■ Dataset records

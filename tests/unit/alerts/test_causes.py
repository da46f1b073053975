"""Causes: each entry by a case of its own and its limits, and the order among them."""

from dataclasses import replace

import pytest

from service.alerts.causes import CAUSES, CauseEntry, attribute, keeps_label
from service.alerts.evidence import Evidence, evidence_of
from tests.scored_looks import scored

# Shortfalls as mixtures of canopy, soil, water and char give them (ordering facts of the
# reference digest): water darkens both infrared bands, char lowers NBR most, a cut bares
# soil, drying raises 1.6 µm while the canopy is green.
FLOOD = {"ndvi": -0.30, "ndmi": 0.20, "nbr": 0.1, "ndwi": 0.4, "nir": -0.21, "swir16": -0.18}
BURN = {"ndvi": -0.45, "ndmi": -0.5, "nbr": -0.75, "ndwi": 0.3, "nir": -0.22, "swir16": -0.02}
CUT = {"ndvi": -0.5, "ndmi": -0.5, "nbr": -0.6, "ndwi": 0.35, "nir": -0.16, "swir16": 0.13}
DRY = {"ndvi": -0.08, "ndmi": -0.2, "nbr": -0.2, "ndwi": 0.05, "nir": -0.03, "swir16": 0.08}


DARK = {"ndvi": -0.02, "ndmi": 0.01, "nir": -0.09, "swir16": -0.05, "green": -0.02, "ndwi": 0.02}
HAZY = {"ndvi": -0.2, "ndmi": -0.05, "nir": 0.02, "swir16": 0.01, "hot": 0.03}


def evidence(
    shortfall: dict[str, float],
    ndvi: float,
    suddenness: float | None,
    *,
    rising: float | None = 0.0,
    best: float | None = 0.8,
    **observed: float,
) -> Evidence:
    return Evidence(
        observed={"ndvi": ndvi, **observed},
        shortfall=shortfall,
        departures={name: each / 0.05 for name, each in shortfall.items()},
        water=None,
        suddenness=suddenness,
        rising=rising,
        best=best,
    )


# By the place in the table: two entries tell of residual cloud.
CASES = {
    "snow": evidence({"ndvi": -0.6}, 0.02, 0.9, ndsi=0.6, green=0.5),
    "residual_cloud": evidence(HAZY, 0.5, 0.9),
    "flood": evidence(FLOOD, 0.45, 0.9),
    "residual_cloud (shadow)": evidence(DARK, 0.7, 0.9),
    "burn": evidence(BURN, 0.25, 0.9),
    "late_growth": evidence({"ndvi": -0.15}, 0.35, 0.1, rising=0.2, best=0.33),
    "removal": evidence(CUT, 0.25, None),
    "moisture_stress": evidence(DRY, 0.7, 0.1),
    "undetermined": evidence({"ndvi": -0.06, "nir": -0.01}, 0.7, None),
    "partial_loss": evidence({"ndvi": -0.15, "ndmi": -0.05}, 0.6, 0.9),
    "decline": evidence({"ndvi": -0.15, "ndmi": -0.05}, 0.6, 0.2),
}
WORDS = {
    "snow": ("NDSI is 0.60", "0.50"),
    "residual_cloud": ("haze", "0.03 above"),
    "flood": ("near-infrared is 0.21 below", "short-wave infrared is 0.18 below", "NDWI"),
    "residual_cloud (shadow)": ("near-infrared is 0.09 below", "green is 0.02 below", "shadow"),
    "burn": ("NBR is 0.75 below", "near-infrared"),
    "late_growth": ("NDVI is 0.15 below", "0.20 in 20 days", "0.33 in the past 25 days"),
    "removal": ("NDVI is 0.50 below", "0.25"),
    "moisture_stress": ("NDMI is 0.20 below", "short-wave infrared is 0.08 above", "0.70"),
    "undetermined": ("NDVI is 0.06 below", "too long ago"),
    "partial_loss": ("NDVI is 0.15 below", "90%"),
    "decline": ("NDVI is 0.15 below", "little by little"),
}


def entry_of(name: str) -> CauseEntry:
    return CAUSES[list(CASES).index(name)]


def test_every_cause_has_a_case_here_in_the_order_of_the_table() -> None:
    assert [entry.kind for entry in CAUSES] == [name.split(" ")[0] for name in CASES]
    assert list(CASES) == list(WORDS)


@pytest.mark.parametrize("name", CASES)
def test_every_cause_is_found_and_says_why_in_figures(name: str) -> None:
    cause = attribute(CASES[name])
    assert cause.kind == name.split(" ", maxsplit=1)[0]
    assert [word for word in WORDS[name] if word not in cause.because] == []
    assert entry_of(name).source


@pytest.mark.parametrize(
    ("kind", "measure", "limit"),
    [
        ("flood", "ndwi", 0.06),
        ("flood", "swir16", -0.03),
        ("burn", "nbr", -0.10),
        ("burn", "nir", -0.025),
        ("burn", "swir16", 0.035),
        ("removal", "ndvi", -0.25),
        ("moisture_stress", "ndmi", -0.05),
        ("moisture_stress", "swir16", 0.015),
        ("residual_cloud", "hot", 0.02),
        ("residual_cloud (shadow)", "nir", -0.03),
        ("residual_cloud (shadow)", "swir16", -0.03),
        ("residual_cloud (shadow)", "ndvi", -0.05),
        ("residual_cloud (shadow)", "ndmi", 0.05),
        ("residual_cloud (shadow)", "green", -0.01),
        ("late_growth", "ndvi", -0.08),
        ("partial_loss", "ndvi", -0.04),
        ("decline", "ndvi", -0.04),
    ],
)
def test_at_its_limit_a_cause_no_longer_fits(kind: str, measure: str, limit: float) -> None:
    entry = entry_of(kind)
    case = CASES[kind]
    assert entry.fits(case)
    assert not entry.fits(replace(case, shortfall={**case.shortfall, measure: limit}))
    unknown = {name: each for name, each in case.shortfall.items() if name != measure}
    assert not entry.fits(replace(case, shortfall=unknown))


def test_a_drier_surface_that_is_dark_in_near_infrared_may_still_be_a_flood() -> None:
    entry, case = entry_of("flood"), CASES["flood"]
    shallow = {**case.shortfall, "ndwi": 0.15}
    assert entry.fits(replace(case, shortfall={**shallow, "ndmi": -0.05}))
    assert not entry.fits(replace(case, shortfall={**shallow, "ndmi": -0.06}))
    bright = {**case.shortfall, "nir": 0.0}
    assert entry.fits(replace(case, shortfall=bright)), "wetter is enough"
    assert not entry.fits(replace(case, shortfall={**bright, "ndmi": 0.03}))


def test_water_among_standing_plants_is_a_flood_though_the_plants_look_drier() -> None:
    entry, case = entry_of("flood"), CASES["flood"]
    mixed = {**case.shortfall, "ndmi": -0.13, "nbr": -0.14}
    assert entry.fits(replace(case, shortfall=mixed))
    assert not entry.fits(replace(case, shortfall={**mixed, "ndmi": -0.14}))
    assert not entry.fits(replace(case, shortfall={**mixed, "nbr": -0.16})), "char lowers NBR"


def test_char_takes_the_contrast_of_the_short_wave_pair_away() -> None:
    # A burnt green canopy loses as much NDVI as NBR; what is left has NBR below 0. A thinner
    # canopy has less of both bands alike.
    entry = entry_of("burn")
    green = {**BURN, "ndvi": -0.70, "swir22": 0.10}
    burnt = replace(evidence(green, 0.16, 0.9), observed={"ndvi": 0.16, "nbr": -0.25})
    assert entry.fits(burnt)
    assert not entry.fits(replace(burnt, shortfall={**green, "swir22": 0.03}))
    assert not entry.fits(replace(burnt, observed={"ndvi": 0.16, "nbr": 0.05}))


def test_leaves_that_are_gone_are_no_moisture_stress() -> None:
    # Gao 1996: water in leaves shows in the short-wave infrared, their structure in the near.
    entry, case = entry_of("moisture_stress"), CASES["moisture_stress"]
    assert entry.fits(replace(case, shortfall={**DRY, "nir": -0.08}))
    assert not entry.fits(replace(case, shortfall={**DRY, "nir": -0.09}))


def test_a_dense_canopy_may_lose_light_before_greenness() -> None:
    thinner = replace(CASES["decline"], shortfall={"ndvi": -0.03, "nir": -0.06, "ndmi": -0.05})
    assert attribute(thinner).kind == "decline"
    assert attribute(replace(thinner, shortfall={"ndvi": -0.03})).kind == "undetermined"


@pytest.mark.parametrize("kind", ["burn", "removal"])
def test_what_comes_slowly_is_neither_fire_nor_cut(kind: str) -> None:
    slow = replace(CASES[kind], suddenness=0.4)
    assert kind not in (attribute(slow).kind, *attribute(slow).others)
    unknown = replace(CASES[kind], suddenness=None)
    assert attribute(unknown).kind == kind


def test_a_burn_must_lower_nbr_more_than_greenness() -> None:
    case = CASES["burn"]
    as_low = replace(case, shortfall={**case.shortfall, "nbr": 1.25 * case.shortfall["ndvi"]})
    assert attribute(as_low).kind != "burn"


def test_dry_leaves_that_are_gone_are_no_moisture_stress() -> None:
    assert attribute(replace(CASES["moisture_stress"], observed={"ndvi": 0.3})).kind == "decline"


def test_the_next_candidates_are_the_others_that_fit() -> None:
    burnt = attribute(CASES["burn"])
    assert burnt.others == ("removal", "partial_loss", "decline")


def test_what_fits_nothing_is_undetermined_and_names_the_largest_departures() -> None:
    cause = attribute(evidence({"ndvi": -0.02, "nbr": -0.2, "ndmi": -0.1}, 0.6, 0.9))
    assert (cause.kind, cause.others) == ("undetermined", ())
    assert cause.because.startswith("NBR is 0.20 below what was expected and NDMI is 0.10 below")


def test_cells_classed_as_water_support_a_flood() -> None:
    said = attribute(replace(CASES["flood"], water=0.8)).because
    assert "80% of the cells are classed as water" in said
    assert "classed" not in attribute(replace(CASES["flood"], water=0.5)).because


def test_evidence_is_the_mean_of_the_last_two_departed_looks() -> None:
    looks = [
        scored(day, {"A": 3.0}, shortfalls={"ndvi": short}).describe(0)
        for day, short in enumerate((-0.9, -0.2, -0.4))
    ]
    found = evidence_of(looks, None)
    assert found.short("ndvi") == pytest.approx(-0.3)
    assert found.seen("ndvi") == pytest.approx(0.5)
    assert evidence_of(looks[:1], None).short("ndvi") == pytest.approx(-0.9)


def test_flood_and_burn_keep_their_label() -> None:
    assert [entry.kind for entry in CAUSES if keeps_label(entry.kind)] == ["flood", "burn"]
    assert not keeps_label("undetermined")


def test_a_bright_surface_that_is_no_snow() -> None:
    case = CASES["snow"]
    for observed in ({"ndsi": 0.15, "green": 0.5}, {"ndsi": 0.6, "green": 0.18}, {"ndsi": 0.6}):
        assert not entry_of("snow").fits(replace(case, observed=observed))


def test_without_ndsi_snow_is_told_by_the_mean_reflectances_and_says_so() -> None:
    # NDSI (Hall et al. 1995) of 0.5 and 0.1: 0.4 / 0.6.
    case = replace(CASES["snow"], observed={"green": 0.5, "swir16": 0.1})
    cause = attribute(case)
    assert cause.kind == "snow"
    assert "NDSI is 0.67, from the parcel's mean" in cause.because


def test_haze_over_dark_water_is_no_cloud_unless_it_is_thick() -> None:
    dark = {"hot": 0.05, "nir": -0.1, "swir16": -0.1}
    case = replace(CASES["residual_cloud"], shortfall=dark)
    assert not entry_of("residual_cloud").fits(case)
    assert entry_of("residual_cloud").fits(replace(case, shortfall={**dark, "hot": 0.06}))


def test_a_parcel_that_lost_cover_is_not_late() -> None:
    case = CASES["late_growth"]
    assert entry_of("late_growth").fits(replace(case, best=0.42))
    for other in (replace(case, best=0.44), replace(case, rising=0.04), replace(case, best=None)):
        assert not entry_of("late_growth").fits(other)


def test_a_loss_that_came_at_once_is_partial_and_one_that_crept_in_a_decline() -> None:
    case = CASES["partial_loss"]
    assert attribute(replace(case, suddenness=0.81)).kind == "partial_loss"
    assert attribute(replace(case, suddenness=0.80)).kind == "decline"
    assert attribute(replace(case, growth=1.29)).kind == "partial_loss"
    assert attribute(replace(case, growth=1.30)).kind == "decline"


def test_after_a_gap_only_a_large_loss_is_named() -> None:
    case = CASES["undetermined"]
    for shortfall in ({"ndvi": -0.10}, {"ndvi": -0.06, "nir": -0.04}):
        assert attribute(replace(case, shortfall=shortfall)).kind == "partial_loss"


def test_growth_is_told_by_the_looks_beyond_the_threshold() -> None:
    def grown(*scores: float) -> float:
        looks = [scored(5 * at, {"A": score}).describe(0) for at, score in enumerate(scores)]
        return evidence_of(looks, None).growth

    # NDVI falls short by a twentieth of the score; the threshold is 3.
    assert grown(3.0, 4.5) == pytest.approx(1.5)
    assert grown(2.0, 6.0) == 1.0
    assert grown(2.0, 3.0, 6.0) == pytest.approx(2.0)
    assert grown(2.0) == 1.0


def test_after_a_gap_a_large_loss_that_does_not_grow_came_at_once() -> None:
    case = replace(CASES["partial_loss"], suddenness=None)
    cause = attribute(case)
    assert (cause.kind, "in a gap between looks" in cause.because) == ("partial_loss", True)
    assert attribute(replace(case, growth=1.3)).kind == "decline"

■ Your task
How many lines of the entries contain "unknown"? Answer with a number alone.

■ Response for this exercise
4